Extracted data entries
# # # # # # #

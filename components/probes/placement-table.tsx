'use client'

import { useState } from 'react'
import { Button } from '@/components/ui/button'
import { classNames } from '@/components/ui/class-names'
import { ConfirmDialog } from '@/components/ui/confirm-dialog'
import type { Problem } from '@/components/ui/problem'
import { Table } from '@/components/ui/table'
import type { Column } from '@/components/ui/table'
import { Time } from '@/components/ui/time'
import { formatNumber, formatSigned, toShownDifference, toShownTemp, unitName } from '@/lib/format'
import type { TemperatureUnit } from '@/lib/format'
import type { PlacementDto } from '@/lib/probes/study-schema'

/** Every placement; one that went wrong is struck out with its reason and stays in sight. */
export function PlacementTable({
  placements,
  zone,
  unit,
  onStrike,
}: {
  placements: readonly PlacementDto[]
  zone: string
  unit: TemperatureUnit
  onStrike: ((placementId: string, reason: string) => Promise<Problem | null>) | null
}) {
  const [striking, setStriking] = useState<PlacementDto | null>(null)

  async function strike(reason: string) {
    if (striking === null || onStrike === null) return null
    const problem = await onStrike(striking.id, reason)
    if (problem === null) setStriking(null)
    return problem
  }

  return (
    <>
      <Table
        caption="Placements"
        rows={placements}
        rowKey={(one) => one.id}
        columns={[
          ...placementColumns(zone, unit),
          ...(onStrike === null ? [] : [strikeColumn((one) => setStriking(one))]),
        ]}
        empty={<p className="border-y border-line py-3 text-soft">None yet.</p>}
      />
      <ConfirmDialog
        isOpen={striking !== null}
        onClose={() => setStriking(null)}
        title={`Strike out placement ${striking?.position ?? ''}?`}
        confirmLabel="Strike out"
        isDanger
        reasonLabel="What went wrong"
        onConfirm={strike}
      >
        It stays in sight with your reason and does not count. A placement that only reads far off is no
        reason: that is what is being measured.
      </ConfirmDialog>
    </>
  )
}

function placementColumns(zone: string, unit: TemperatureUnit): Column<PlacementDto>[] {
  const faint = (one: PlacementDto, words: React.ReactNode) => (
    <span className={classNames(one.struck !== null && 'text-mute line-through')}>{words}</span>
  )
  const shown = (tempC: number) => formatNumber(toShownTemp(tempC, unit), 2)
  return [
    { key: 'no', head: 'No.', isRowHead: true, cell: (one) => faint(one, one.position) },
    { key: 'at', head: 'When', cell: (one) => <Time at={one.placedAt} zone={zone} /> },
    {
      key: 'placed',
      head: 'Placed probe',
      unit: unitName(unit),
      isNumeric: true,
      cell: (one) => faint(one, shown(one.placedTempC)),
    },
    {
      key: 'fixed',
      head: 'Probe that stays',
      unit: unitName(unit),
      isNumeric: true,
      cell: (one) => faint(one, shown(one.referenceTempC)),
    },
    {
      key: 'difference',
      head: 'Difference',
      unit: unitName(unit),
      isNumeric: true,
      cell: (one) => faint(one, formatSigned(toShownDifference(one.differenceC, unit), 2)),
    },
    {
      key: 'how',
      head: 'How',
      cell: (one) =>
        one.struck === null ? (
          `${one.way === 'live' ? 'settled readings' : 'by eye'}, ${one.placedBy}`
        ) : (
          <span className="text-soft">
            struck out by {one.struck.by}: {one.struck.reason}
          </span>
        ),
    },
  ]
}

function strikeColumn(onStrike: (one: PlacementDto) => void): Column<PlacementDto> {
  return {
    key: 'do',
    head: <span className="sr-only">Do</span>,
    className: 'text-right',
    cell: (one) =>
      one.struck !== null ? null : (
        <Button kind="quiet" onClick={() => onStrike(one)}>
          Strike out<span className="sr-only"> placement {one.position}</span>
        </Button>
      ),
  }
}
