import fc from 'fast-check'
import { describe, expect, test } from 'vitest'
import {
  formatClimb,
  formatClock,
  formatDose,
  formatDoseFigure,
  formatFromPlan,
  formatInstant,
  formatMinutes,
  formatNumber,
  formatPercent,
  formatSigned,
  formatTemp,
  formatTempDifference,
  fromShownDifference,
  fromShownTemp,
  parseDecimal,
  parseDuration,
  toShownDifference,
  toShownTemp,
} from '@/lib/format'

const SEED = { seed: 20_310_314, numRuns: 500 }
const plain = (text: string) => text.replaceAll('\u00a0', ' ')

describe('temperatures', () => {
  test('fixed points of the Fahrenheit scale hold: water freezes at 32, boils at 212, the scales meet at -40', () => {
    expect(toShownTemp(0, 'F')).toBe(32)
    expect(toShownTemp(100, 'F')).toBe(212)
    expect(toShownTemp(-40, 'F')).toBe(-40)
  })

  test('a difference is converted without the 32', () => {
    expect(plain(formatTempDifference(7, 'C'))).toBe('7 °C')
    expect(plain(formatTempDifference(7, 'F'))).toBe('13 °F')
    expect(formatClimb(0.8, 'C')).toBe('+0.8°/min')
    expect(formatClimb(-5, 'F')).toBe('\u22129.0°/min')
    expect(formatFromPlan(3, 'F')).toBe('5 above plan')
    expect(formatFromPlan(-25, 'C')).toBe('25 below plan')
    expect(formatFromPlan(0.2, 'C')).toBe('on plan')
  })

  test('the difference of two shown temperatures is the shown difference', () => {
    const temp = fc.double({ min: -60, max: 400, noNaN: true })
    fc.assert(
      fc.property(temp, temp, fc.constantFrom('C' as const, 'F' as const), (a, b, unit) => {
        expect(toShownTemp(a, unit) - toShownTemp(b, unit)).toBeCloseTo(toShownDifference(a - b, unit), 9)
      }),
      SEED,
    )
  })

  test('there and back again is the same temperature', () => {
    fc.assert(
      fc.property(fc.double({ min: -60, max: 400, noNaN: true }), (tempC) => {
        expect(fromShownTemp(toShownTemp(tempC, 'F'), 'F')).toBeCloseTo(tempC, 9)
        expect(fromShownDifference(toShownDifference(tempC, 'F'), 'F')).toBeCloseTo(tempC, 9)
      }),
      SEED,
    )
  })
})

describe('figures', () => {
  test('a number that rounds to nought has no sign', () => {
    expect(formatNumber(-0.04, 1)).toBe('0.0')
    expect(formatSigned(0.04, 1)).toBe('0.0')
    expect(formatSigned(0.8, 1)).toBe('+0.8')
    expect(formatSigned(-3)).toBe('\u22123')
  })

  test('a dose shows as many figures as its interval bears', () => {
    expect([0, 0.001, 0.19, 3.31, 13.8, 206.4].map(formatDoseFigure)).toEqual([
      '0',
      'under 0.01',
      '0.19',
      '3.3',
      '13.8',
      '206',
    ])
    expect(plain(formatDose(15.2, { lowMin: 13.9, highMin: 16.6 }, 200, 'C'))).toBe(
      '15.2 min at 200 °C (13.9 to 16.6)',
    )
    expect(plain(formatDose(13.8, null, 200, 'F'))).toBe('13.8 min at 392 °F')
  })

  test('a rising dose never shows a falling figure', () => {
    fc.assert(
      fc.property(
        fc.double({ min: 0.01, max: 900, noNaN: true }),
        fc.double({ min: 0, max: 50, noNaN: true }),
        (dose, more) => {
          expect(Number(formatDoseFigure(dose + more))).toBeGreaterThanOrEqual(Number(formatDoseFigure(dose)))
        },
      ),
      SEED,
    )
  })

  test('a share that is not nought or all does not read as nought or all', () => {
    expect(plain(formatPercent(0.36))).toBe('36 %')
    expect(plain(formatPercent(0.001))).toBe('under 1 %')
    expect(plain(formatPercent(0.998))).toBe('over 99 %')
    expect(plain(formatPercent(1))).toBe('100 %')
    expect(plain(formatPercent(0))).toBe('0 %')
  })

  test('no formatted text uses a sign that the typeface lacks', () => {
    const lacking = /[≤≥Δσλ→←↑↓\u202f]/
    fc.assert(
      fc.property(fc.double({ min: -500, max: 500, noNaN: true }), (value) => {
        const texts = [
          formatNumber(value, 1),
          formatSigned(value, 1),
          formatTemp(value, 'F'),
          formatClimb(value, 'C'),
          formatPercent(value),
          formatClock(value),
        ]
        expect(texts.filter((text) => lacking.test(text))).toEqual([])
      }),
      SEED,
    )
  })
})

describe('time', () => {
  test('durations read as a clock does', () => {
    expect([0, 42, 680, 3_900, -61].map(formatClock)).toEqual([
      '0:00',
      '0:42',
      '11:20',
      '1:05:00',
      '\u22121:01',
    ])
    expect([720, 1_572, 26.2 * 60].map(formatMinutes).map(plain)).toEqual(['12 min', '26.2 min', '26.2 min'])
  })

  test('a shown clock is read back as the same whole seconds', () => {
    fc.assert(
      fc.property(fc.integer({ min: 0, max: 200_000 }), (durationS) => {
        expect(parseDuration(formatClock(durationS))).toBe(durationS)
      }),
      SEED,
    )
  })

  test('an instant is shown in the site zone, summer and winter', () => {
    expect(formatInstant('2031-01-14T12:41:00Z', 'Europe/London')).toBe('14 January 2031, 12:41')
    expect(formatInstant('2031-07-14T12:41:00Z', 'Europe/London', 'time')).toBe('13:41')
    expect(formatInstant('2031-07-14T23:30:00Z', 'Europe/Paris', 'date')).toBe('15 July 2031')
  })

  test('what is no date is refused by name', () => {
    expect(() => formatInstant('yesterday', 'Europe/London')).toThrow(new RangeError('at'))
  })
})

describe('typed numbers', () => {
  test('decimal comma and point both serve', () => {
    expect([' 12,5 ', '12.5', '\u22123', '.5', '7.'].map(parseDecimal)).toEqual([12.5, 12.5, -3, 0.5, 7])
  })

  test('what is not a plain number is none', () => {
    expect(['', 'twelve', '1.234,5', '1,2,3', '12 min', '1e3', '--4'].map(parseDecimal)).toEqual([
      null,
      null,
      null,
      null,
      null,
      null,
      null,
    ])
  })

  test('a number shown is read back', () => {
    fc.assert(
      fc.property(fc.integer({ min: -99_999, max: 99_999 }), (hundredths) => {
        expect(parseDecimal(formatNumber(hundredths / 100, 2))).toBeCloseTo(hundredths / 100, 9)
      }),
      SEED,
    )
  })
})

# # # # # # #

> **WORK REQUEST**
Review the entries above and return every line where "that" appears.

> **RESULT OF THE TASK**
/** Every placement; one that went wrong is struck out with its reason and stays in sight. */
        It stays in sight with your reason and does not count. A placement that only reads far off is no
        reason: that is what is being measured.
      head: 'Probe that stays',
  test('a number that rounds to nought has no sign', () => {
  test('a share that is not nought or all does not read as nought or all', () => {
  test('no formatted text uses a sign that the typeface lacks', () => {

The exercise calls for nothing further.